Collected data
■ ■ ■ ■

"""Inputs of a turnover fit: arrays and sample frames to checked series.

:func:`prepare_data` turns what :meth:`~isoturnover.TurnoverModel.fit` is given (arrays,
or a samples frame of one series) into times, values and sds, checked and named in every
error; :func:`as_1d` checks one array argument; :func:`frame_series` reads one series out of
a samples frame; :func:`check_names` checks ``fixed=``/``init=`` mappings;
:func:`check_growth_coverage` checks that a growth curve covers the sampling times.
"""

from __future__ import annotations

import warnings

import numpy as np
import pandas as pd

from .conventions import check_named_values
from .errors import DataError, DataWarning

__all__ = ["prepare_data", "as_1d", "frame_series", "check_names", "check_growth_coverage"]


def check_growth_coverage(kin, t):
    """Refuse growth curves used far outside the masses they were fitted to."""
    g = kin.growth
    gt = getattr(g, "t", None)
    if gt is None or len(gt) == 0:
        return
    lo, hi = float(np.min(gt)), float(np.max(gt))
    span = max(hi - lo, 1e-12)
    t_lo = min(float(np.min(t)), float(kin.switch_times[0]))
    t_hi = float(np.max(t))
    limit = 0.5 * span  # extrapolate at most half the masses' span (stated limit)
    if t_lo < lo - limit or t_hi > hi + limit:
        raise DataError(
            f"the growth curve was fitted to masses from t = {lo:g} to {hi:g}, but the isotope "
            f"series runs from {t_lo:g} to {t_hi:g}: extrapolating more than half the masses' "
            "span is refused; weigh the animals over the sampling period"
        )


def check_names(d, kin, what):
    """``fixed=``/``init=`` values of a turnover model, checked by
    :func:`~isoturnover.conventions.check_named_values` (names of ``kin``, finite numbers,
    rates positive, fractions in [0, 1], lag ≥ 0).

    Parameters
    ----------
    d : dict or None
        Parameter name -> value.
    kin : TurnoverKinetics
        The model whose parameter names are allowed.
    what : str
        The argument's name for messages.

    Returns
    -------
    dict
        A new dict of floats.
    """
    if d is None:
        return {}
    if not isinstance(d, dict):
        raise DataError(f"'{what}' must be a dict of parameter name -> value; got "
                        f"{type(d).__name__}")
    rules = {k: (lambda x: x > 0, "is a rate and must be positive") for k in kin.rate_names}
    rules.update({f: (lambda x: 0 <= x <= 1, "is a pool fraction in [0, 1]")
                  for f in kin.fraction_names})
    rules["lag"] = (lambda x: x >= 0, "must be >= 0")
    return check_named_values(what, d, kin.param_names, owner="this model", rules=rules)
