import { queryOptions, useQuery } from '@tanstack/react-query';
import { InstrumentSchema, type Instrument } from '../../../../shared/schemas/instruments';
import { api } from '../../../lib/api-client';
import { queryKeys } from '../../../lib/query-keys';

/** GET /api/instruments/:id → one instrument of the register. */
export function getInstrument(id: string, signal?: AbortSignal): Promise<Instrument> {
  return api.get(`/api/instruments/${encodeURIComponent(id)}`, { schema: InstrumentSchema, ...(signal ? { signal } : {}) });
}

export function instrumentQueryOptions(id: string) {
  return queryOptions({ queryKey: queryKeys.instrument(id), queryFn: ({ signal }) => getInstrument(id, signal), staleTime: 60_000 });
}

export function useInstrument(id: string | undefined) {
  return useQuery({ ...instrumentQueryOptions(id ?? ''), enabled: !!id });
}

■ ■ ■ ■

Say how many lines of the entries above hold the string "argument", and say nothing besides the number.

2